WHAT THE TASK ASKS → Report each line of the entries below that includes "lines".

[Stored dataset items]

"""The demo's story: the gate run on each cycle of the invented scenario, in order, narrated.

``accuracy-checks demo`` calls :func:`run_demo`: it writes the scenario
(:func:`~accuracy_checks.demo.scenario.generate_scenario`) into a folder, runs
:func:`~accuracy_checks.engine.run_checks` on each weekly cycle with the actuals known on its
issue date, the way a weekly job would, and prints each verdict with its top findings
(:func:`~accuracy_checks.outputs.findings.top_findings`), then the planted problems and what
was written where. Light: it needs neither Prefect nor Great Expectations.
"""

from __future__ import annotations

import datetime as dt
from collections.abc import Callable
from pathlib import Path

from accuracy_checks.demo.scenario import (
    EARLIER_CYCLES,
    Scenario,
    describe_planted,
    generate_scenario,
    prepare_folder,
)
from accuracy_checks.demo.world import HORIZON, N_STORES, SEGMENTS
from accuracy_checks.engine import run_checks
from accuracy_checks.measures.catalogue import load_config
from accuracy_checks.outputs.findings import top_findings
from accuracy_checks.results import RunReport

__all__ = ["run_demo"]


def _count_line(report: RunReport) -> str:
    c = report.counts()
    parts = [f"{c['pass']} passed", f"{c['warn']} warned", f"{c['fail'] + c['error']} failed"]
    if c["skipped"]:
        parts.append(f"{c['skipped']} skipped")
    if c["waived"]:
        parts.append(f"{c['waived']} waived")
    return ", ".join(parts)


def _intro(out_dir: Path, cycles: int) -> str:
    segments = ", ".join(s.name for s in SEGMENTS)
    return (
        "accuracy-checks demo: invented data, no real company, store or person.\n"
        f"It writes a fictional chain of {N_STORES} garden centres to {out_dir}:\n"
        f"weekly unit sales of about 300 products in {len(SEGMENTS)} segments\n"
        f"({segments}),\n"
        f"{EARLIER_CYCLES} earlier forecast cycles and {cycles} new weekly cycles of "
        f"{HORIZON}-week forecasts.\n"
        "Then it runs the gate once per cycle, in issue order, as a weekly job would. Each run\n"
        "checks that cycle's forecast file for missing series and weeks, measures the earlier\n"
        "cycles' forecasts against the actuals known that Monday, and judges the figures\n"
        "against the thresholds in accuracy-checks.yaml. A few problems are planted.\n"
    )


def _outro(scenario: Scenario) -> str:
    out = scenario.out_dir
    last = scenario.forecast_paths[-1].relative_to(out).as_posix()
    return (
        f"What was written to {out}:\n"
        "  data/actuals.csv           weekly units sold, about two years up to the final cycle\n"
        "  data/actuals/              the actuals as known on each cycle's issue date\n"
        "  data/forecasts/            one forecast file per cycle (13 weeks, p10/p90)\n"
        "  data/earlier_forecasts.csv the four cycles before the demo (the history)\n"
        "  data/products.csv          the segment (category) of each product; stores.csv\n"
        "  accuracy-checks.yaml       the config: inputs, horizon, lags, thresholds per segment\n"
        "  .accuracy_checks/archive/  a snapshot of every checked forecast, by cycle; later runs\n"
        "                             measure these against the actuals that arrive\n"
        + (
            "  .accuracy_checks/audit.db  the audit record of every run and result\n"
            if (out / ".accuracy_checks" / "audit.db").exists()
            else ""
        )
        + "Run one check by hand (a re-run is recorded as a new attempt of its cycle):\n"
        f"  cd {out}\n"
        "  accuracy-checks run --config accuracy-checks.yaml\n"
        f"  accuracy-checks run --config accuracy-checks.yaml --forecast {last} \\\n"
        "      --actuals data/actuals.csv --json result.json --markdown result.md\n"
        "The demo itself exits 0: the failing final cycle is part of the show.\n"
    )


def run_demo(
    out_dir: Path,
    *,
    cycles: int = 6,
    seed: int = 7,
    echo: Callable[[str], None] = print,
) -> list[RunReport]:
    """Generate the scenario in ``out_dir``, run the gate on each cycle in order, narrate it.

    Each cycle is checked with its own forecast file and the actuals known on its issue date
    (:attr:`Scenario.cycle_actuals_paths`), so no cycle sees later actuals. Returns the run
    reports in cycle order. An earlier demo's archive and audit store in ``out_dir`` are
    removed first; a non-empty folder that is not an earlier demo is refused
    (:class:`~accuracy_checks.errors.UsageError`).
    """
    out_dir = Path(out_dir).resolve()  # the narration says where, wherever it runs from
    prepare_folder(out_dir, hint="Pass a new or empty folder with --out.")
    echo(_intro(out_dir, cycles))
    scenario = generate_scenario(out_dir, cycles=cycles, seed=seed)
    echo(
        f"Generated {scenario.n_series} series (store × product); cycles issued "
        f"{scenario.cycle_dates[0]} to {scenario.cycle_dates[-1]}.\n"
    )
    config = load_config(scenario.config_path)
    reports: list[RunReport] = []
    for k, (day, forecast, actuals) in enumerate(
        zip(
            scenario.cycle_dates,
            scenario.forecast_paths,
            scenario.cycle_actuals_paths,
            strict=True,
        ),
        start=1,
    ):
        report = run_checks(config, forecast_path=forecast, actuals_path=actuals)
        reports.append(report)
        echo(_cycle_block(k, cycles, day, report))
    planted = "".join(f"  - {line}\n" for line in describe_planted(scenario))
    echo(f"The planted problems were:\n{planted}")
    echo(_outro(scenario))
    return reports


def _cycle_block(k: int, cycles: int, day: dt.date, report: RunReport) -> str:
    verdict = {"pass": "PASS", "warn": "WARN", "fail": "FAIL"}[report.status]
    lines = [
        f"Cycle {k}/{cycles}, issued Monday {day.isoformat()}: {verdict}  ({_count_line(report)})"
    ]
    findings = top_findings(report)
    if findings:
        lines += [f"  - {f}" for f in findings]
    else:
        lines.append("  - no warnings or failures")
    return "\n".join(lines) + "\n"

RESULT OF THE EXERCISE →
    lines = [
        lines += [f"  - {f}" for f in findings]
        lines.append("  - no warnings or failures")
    return "\n".join(lines) + "\n"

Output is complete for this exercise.